- The President will actually have very little influence over what future generations will think or say about him.
- It is the media, independent writers and professional historians who will determine what Uhuru Kenyatta’s legacy will be, and how future generations will judge his presidency.
History will be kind to me for I intend to write it.British Prime Minister Sir Winston Churchill
Even before the death of former President Daniel Moi, the question of “legacy” had been very much in the headlines.
Various opinion writers and political analysts have addressed this subject, in response to the increasing political temperatures brought about by the relaunched Building Bridges Initiative (BBI) championed by President Uhuru Kenyatta and his former arch-rival, the opposition leader Raila Odinga.
Specifically, Uhuru hopes to put an end to the election-related violence, which has in the past two decades become an existential challenge here in Kenya.
Now on this matter of political legacies, the odd thing is that the President will actually have very little influence over what future generations will think or say about him. Once those of us who are currently witnessing these events have been gathered unto our fathers, all that will remain will be the record of history books and our national literature. It is the media, independent writers and professional historians who will determine what Uhuru Kenyatta’s legacy will be, and how future generations will judge his presidency.
It is in recognition of this grim reality that the British Prime Minister Sir Winston Churchill, who is widely considered to be one of the outstanding statesmen of the 20th century, reportedly declared that “History will be kind to me for I intend to write it.”
Churchill of course was a great writer – great enough to win the Nobel Prize in Literature in 1953. And for decades after his death (in 1965) virtually all histories of the Second World War presented him as one of the towering figures who led the heroic opposition to the Nazi tyranny which had at that point seized control of the German state; launched the holocaust; and practically overrun all of Europe.
If the great Sir Winston Churchill is now being subjected to such humiliating revisionism by British historians and journalists, we could well ask: How then can President Uhuru Kenyatta hope to be remembered fondly by future generations of Kenyans?
But even Churchill’s gift for writing has proved to have its limits. In recent years I have read essays which persuasively argue that the really crucial battles of that war were those fought between Germany and Russia. And that it is Russia, and not Great Britain, which played the indispensable role in crushing the Nazi war machine.

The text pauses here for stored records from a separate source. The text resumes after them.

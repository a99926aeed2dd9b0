package minimize

import (
	"fmt"
	"math"
	"slices"
	"time"

	"github.com/tenter-go/tenter/action"
	"github.com/tenter-go/tenter/constraint"
	"github.com/tenter-go/tenter/field"
	"github.com/tenter-go/tenter/internal/nested"
	"github.com/tenter-go/tenter/lattice"
)

// A problem is what every solve starts from: the action, what is free, and the
// best history so far.
type problem struct {
	f      Functional
	free   *constraint.Unknowns
	hard   *linear // nil without hard linear conditions
	bounds *bounds // nil without bounds
	set    Settings
	hk     float64
	unit   float64        // of the matrix that is factorised: 1, or hk/q² for the least residual
	h      *field.History // best history so far; satisfies the conditions
	trial  *field.History
	began  time.Time
	rep    Report
}

// newProblem checks what a caller hands to a solver called name and adjusts the
// start history to the conditions.
func newProblem(name string, f Functional, held *constraint.Set, start *field.History, set *Settings) (*problem, error) {
	if f == nil {
		return nil, fmt.Errorf("minimize: %s of no action; want one from action.New", name)
	}
	if start == nil {
		return nil, fmt.Errorf("minimize: %s without a start history; want one such as field.Repeat of the first slice", name)
	}
	if err := f.Fits(start); err != nil {
		return nil, fmt.Errorf("minimize: start history: %w", err)
	}
	b := f.Block()
	if held == nil {
		held = constraint.On(b)
	}
	if err := held.Err(); err != nil {
		return nil, fmt.Errorf("minimize: conditions: %w", err)
	}
	if g := held.Block(); !sameAxis(b.Time, g.Time) || !sameAxis(b.Space, g.Space) {
		return nil, fmt.Errorf("minimize: conditions on a block of %s; the action is on %s", describe(g), describe(b))
	}
	c, err := set.with()
	if err != nil {
		return nil, err
	}
	h := start.Clone()
	h.Block = b
	free, err := held.Free(h)
	if err != nil {
		return nil, fmt.Errorf("minimize: conditions: %w", err)
	}
	if free.N == 0 {
		return nil, fmt.Errorf("minimize: %s with all %d values held and none free; remove a condition", name, free.Values())
	}
	p := &problem{f: f, free: free, set: c, hk: b.Time.Step * b.Space.Step, unit: 1, h: h, began: time.Now()}
	if err := p.adjust(); err != nil {
		return nil, err
	}
	p.trial = h.Clone()
	if t := free.Tally(); t.Terms+t.Soft > 0 {
		p.f = &softened{Functional: f, free: free}
	}
	p.rep = Report{Problem: name, Unknowns: free.N, Fixed: free.Fixed(), Redundant: free.Redundant}
	return p, nil
}

// adjust moves the start history to the conditions: pins, then bounds, then hard
// linear conditions at the least distance.
func (p *problem) adjust() (err error) {
	if p.hard, err = newLinear(p.free.HardRows()); err != nil {
		return err
	}
	p.bounds = newBounds(p.free.Bounds())
	x := p.free.Gather(nil, p.h)
	const most = 100 // alternating projections
	for range most {
		p.free.Clamp(x)
		if p.hard == nil {
			break
		}
		p.hard.project(x)
		if p.bounds == nil {
			break
		}
	}
	if p.bounds != nil && p.free.Clamp(x) > 0 && p.hard != nil {
		for _, row := range p.hard.rows {
			if miss := row.Miss(x); math.Abs(miss) > 1e-9*(1+math.Abs(row.Value)) {
				return fmt.Errorf("minimize: %s at %v misses %g by %.3g within the bounds; want looser bounds or a start that meets both", row.Name, row.Event, row.Value, miss)
			}
		}
	}
	p.free.Scatter(p.h, x)
	return nil
}

func sameAxis(a, b lattice.Axis) bool {
	return a.From == b.From && a.Step == b.Step && a.Sites == b.Sites && a.Left == b.Left && a.Right == b.Right &&
		a.Periodic == b.Periodic && slices.Equal(a.Jump, b.Jump)
}

func describe(b lattice.Block) string {
	axis := func(a lattice.Axis) string {
		ends := fmt.Sprintf("%v to %v", a.Left, a.Right)
		if a.Periodic {
			ends = "periodic"
		}
		return fmt.Sprintf("%d from %g by %g (%s)", a.Sites, a.From, a.Step, ends)
	}
	return "slices " + axis(b.Time) + " × sites " + axis(b.Space)
}

// grid puts the unknowns on the grid of slices and sites.
func (p *problem) grid() *nested.Pattern {
	b := p.f.Block()
	g := &nested.Pattern{
		N: p.free.N, Row: make([]int32, p.free.N), Col: make([]int32, p.free.N),
		Rows: b.Slices(), Cols: b.Sites(), WrapRow: b.Time.Periodic, WrapCol: b.Space.Periodic,
	}
	for k := range g.N {
		n, _, i, _ := p.free.Event(p.free.Lead(k))
		g.Row[k], g.Col[k] = int32(n), int32(i)
	}
	return g
}

// move writes h + δ to the trial history.
func (p *problem) move(delta []float64) {
	p.free.Expand(p.trial, delta)
	for e, v := range p.h.Data {
		p.trial.Data[e] += v
	}
}

// keep makes the trial the best history.
func (p *problem) keep() { p.h, p.trial = p.trial, p.h }

// step reports a trial step to whoever listens.
func (p *problem) step(s Step) {
	p.rep.Iterations++
	if s.Accepted {
		p.rep.Accepted++
	}
	s.Iteration = p.rep.Iterations
	s.Elapsed = time.Since(p.began)
	if p.set.Trace {
		p.rep.Trace = append(p.rep.Trace, s)
	}
	if p.set.Progress != nil {
		fmt.Fprintln(p.set.Progress, s)
	}
	if p.set.Watch != nil {
		p.set.Watch(s, p.h)
	}
}

// end completes the report. The error is nil only for Converged.
func (p *problem) end(status Status, reason string, cause error, push *field.History, by constraint.Multipliers) (*Found, error) {
	p.rep.Status, p.rep.Reason = status, reason
	p.rep.Wall = p.since()
	found := &Found{History: p.h, Report: p.rep, Reactions: p.free.ReactionsWith(p.h, push, by), Misfits: p.free.Misfits(p.h)}
	if status == Converged {
		return found, nil
	}
	return found, &NotConverged{Found: found, Cause: cause}
}

// since returns the time since the solve began.
func (p *problem) since() time.Duration { return time.Since(p.began) }

// norm returns the size of values[e] over the given events.
func (p *problem) norm(values []float64, rows []int32) Norm {
	var sum float64
	var n Norm
	worst := -1
	for _, e := range rows {
		v := values[e]
		sum += v * v
		if a := math.Abs(v); worst < 0 || a > n.Max || math.IsNaN(a) {
			n.Max, worst = a, int(e)
			if math.IsNaN(a) {
				break
			}
		}
	}
	if worst >= 0 {
		_, _, _, n.At = p.free.Event(worst)
		n.RMS = math.Sqrt(sum / float64(len(rows)))
	}
	return n
}

// scale returns the largest single term of the equation over the given rows of
// a matrix m of second derivatives at the history h, r being the equation's
// left-hand side there: the tensions m_ef(φ_f − φ_e) of links, and what r has
// besides them, force and source. Rows whose links go around a periodic axis are
// left out, unless there are no others.
func (p *problem) scale(m *action.Matrix, r []float64, rows []int32) float64 {
	b := p.f.Block()
	size := p.h.Components * b.Sites()
	var inside, around float64 // rows whose links stay inside, and the others
	for _, e := range rows {
		_, _, i, _ := p.free.Event(int(e))
		columns, values := m.Row(int(e))
		rest, most, wraps := r[e], 0.0, false
		for k, f := range columns {
			wraps = wraps || 2*abs(f%b.Sites()-i) > b.Sites() || 2*abs(f/size-int(e)/size) > b.Slices()
			term := values[k] * (p.h.Data[f] - p.h.Data[e])
			rest -= term
			most = max(most, math.Abs(term))
		}
		if wraps {
			around = max(around, most, math.Abs(rest))
		} else {
			inside = max(inside, most, math.Abs(rest))
		}
	}
	if inside > 0 {
		return inside
	}
	return around
}

func abs(n int) int { return max(n, -n) }
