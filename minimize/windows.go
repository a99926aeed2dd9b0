package minimize

import (
	"context"
	"errors"
	"fmt"

	"github.com/tenter-go/tenter/constraint"
	"github.com/tenter-go/tenter/field"
)

// windows solves the block a few slices at a time. From a Cauchy pair each
// window begins with the last two slices of the one before, which stay as they
// are, and new slices that go on from them in a straight line; the windows go
// forward and backward from the pair. Without a pair the window itself grows,
// from the first slice on, and nothing in it stays. A window that does not
// converge is tried again with half the new slices.
func (l *least) windows(ctx context.Context, stage *Stage) (*field.History, error) {
	switch {
	case l.s.Block().Time.Periodic:
		return nil, l.refuse(Windows, "the block is periodic in time; want BlockWide")
	case l.tied():
		return nil, l.refuse(Windows, "rates tie values of different slices; want BlockWide")
	}
	h := l.h.Clone()
	slices := h.Block.Slices()
	pair, frozen := l.free.CauchyPair()
	w := &window{least: l, h: h, stage: stage, most: l.set.Window}
	if !frozen {
		for end := min(w.most, slices); ; end = min(slices, max(end+w.most, end+end/4)) {
			if ok, err := w.solve(ctx, 0, end, -1); err != nil || !ok || end == slices {
				return h, err
			}
		}
	}
	for end := pair + 2; end < slices; {
		m := min(w.most, slices-end)
		for e := end; e < end+m; e++ { // straight on
			w.extrapolate(e, e-1, e-2)
		}
		ok, err := w.solve(ctx, end-2, end+m, end-2)
		if err != nil || !ok && m == 1 {
			return h, err
		}
		if ok {
			end += m
		} else {
			w.most = m / 2
		}
	}
	w.most = l.set.Window
	for first := pair; first > 0; {
		m := min(w.most, first)
		for e := first - 1; e >= first-m; e-- {
			w.extrapolate(e, e+1, e+2)
		}
		ok, err := w.solve(ctx, first-m, first+2, first)
		if err != nil || !ok && m == 1 {
			return h, err
		}
		if ok {
			first -= m
		} else {
			w.most = m / 2
		}
	}
	return h, nil
}

// window solves parts of a least-residual problem.
type window struct {
	*least
	h     *field.History
	stage *Stage
	most  int // new slices at once
	count int
}

// extrapolate continues slice n from the two beside it.
func (w *window) extrapolate(n, near, far int) {
	s := w.h.Slice(n)
	s.CopyFrom(w.h.Slice(near))
	s.Axpy(1, w.h.Slice(near))
	s.Axpy(-1, w.h.Slice(far))
}

// solve solves the slices from ≤ n < to and writes them to the history; those of
// the pair at slice frozen, if there is one, stay. It returns false if it does
// not converge, and an error if the problem cannot be asked.
func (w *window) solve(ctx context.Context, from, to, frozen int) (ok bool, err error) {
	s, err := w.s.Window(from, to)
	if err != nil {
		return false, err
	}
	start, err := w.h.Window(from, to, 0, w.h.Block.Sites())
	if err != nil {
		return false, err
	}
	held := constraint.On(s.Block())
	free := w.hold(held, from, frozen)
	w.count++
	if !free { // all of it is pinned
		return true, nil
	}
	set := w.inner()
	for _, at := range w.set.Lifted {
		n, _, err := w.h.Block.Index(at)
		if err == nil && n > from && n < to-1 {
			set.Lifted = append(set.Lifted, at)
		}
	}
	found, err := LeastResidual(ctx, s, held, start, set)
	if found != nil {
		w.stage.add(found.Report)
	}
	var not *NotConverged
	if err != nil && !errors.As(err, &not) {
		return false, fmt.Errorf("slices %d to %d: %w", from, to-1, err)
	}
	if err != nil {
		w.stage.Outcome = fmt.Sprintf("%d windows, %v at slices %d to %d: %s", w.count, found.Report.Status, from, to-1, found.Report.Reason)
		return false, nil
	}
	w.stage.Outcome = fmt.Sprintf("%d windows of up to %d slices", w.count, w.set.Window)
	copy(w.h.Data[w.h.Index(from, 0, 0):], found.History.Data)
	return true, nil
}

// hold pins what is fixed in the slices of held's block, which begins at slice
// from of the whole, and the pair at slice frozen. It reports whether anything is
// left free.
func (w *window) hold(held *constraint.Set, from, frozen int) (free bool) {
	for n := range held.Block().Slices() {
		pair := frozen >= 0 && (n+from == frozen || n+from == frozen+1)
		for c := range w.h.Components {
			row := w.h.Slice(n + from).Component(c)
			free = pinRuns(held, n, c, row, func(i int) (float64, bool) {
				k, v := w.free.At(w.h.Index(n+from, c, i))
				if pair {
					v = row[i]
				}
				return v, k < 0 || pair
			}) || free
		}
	}
	return free
}

// pinRuns pins the values of component c of slice n that at says are fixed, run
// by run. It reports whether any is not.
func pinRuns(held *constraint.Set, n, c int, row []float64, at func(i int) (float64, bool)) (free bool) {
	view := held.Component(c)
	values := make([]float64, 0, len(row))
	for i := 0; i <= len(row); i++ {
		var v float64
		var fixed bool
		if i < len(row) {
			v, fixed = at(i)
			free = free || !fixed
		}
		if fixed {
			values = append(values, v)
			continue
		}
		if len(values) > 0 {
			view.Part(n, i-len(values), i, field.SliceOf(values))
			values = values[:0]
		}
	}
	return free
}

// inner returns the settings of a solve inside a strategy.
func (l *least) inner() *Settings {
	return &Settings{
		Strategy: BlockWide, Tolerance: l.set.Tolerance, Flatness: l.set.Flatness, Damping: l.set.Damping,
		ResidualScale: l.set.ResidualScale, Memory: l.set.Memory, Work: l.set.Work, Window: l.set.Window, Nodes: l.set.Nodes,
	}
}

// add counts the work of a solve inside the stage.
func (s *Stage) add(r Report) {
	s.Iterations += r.Iterations
	s.Factorisations += r.Factorisations
	for _, t := range r.Stages {
		s.Iterations += t.Iterations
		s.Factorisations += t.Factorisations
	}
}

Such arguments, taken to their logical conclusion, suggest that all of Churchill’s famous wartime speeches were but a sideshow to the really significant events of the Second World War. And so, if the great Sir Winston Churchill is now being subjected to such humiliating revisionism by British historians and journalists, we could well ask: How then can President Uhuru Kenyatta hope to be remembered fondly by future generations of Kenyans?
The answer is that it all depends on two things: first, the success or failure of the BBI. And second, how events shape up during the presidency of his successor, whoever that will be.
Consider the example of the recently departed Daniel Moi: Up to 2007, most Kenyans assumed that the worst thing that could happen to us, was the kind of epic mismanagement of the economy and unlimited corruption associated with the later years of Moi’s authoritarian rule. That we could not possibly have a worse experience as a nation, than that of living under such a predatory and oppressive state.
Moi retired in 2002. And then came the 2007 presidential election, when a new reality emerged. It was suddenly obvious that we could actually face far worse. And that the previous certainties of our national identity were easily demolished when faced with the onslaught of unprecedented election-related violence.
We learned that if roughly 50 per cent of the country believed that the presidential election had been “stolen in broad daylight” and that the man sworn in as president lacked legitimacy, then violence could escalate to the point where the continued existence of the Kenyan state would be in doubt.
And suddenly even formerly bitter Moi critics had kind words for him. They pointed out that whatever may have been Moi’s failings, at no point during his rule had the country spun out of control as completely as it did in 2008, under President Mwai Kibaki.
And that not once during Moi’s 24 years in power, had the nation been on the verge of becoming a failed state, as happened during Kibaki’s tenure.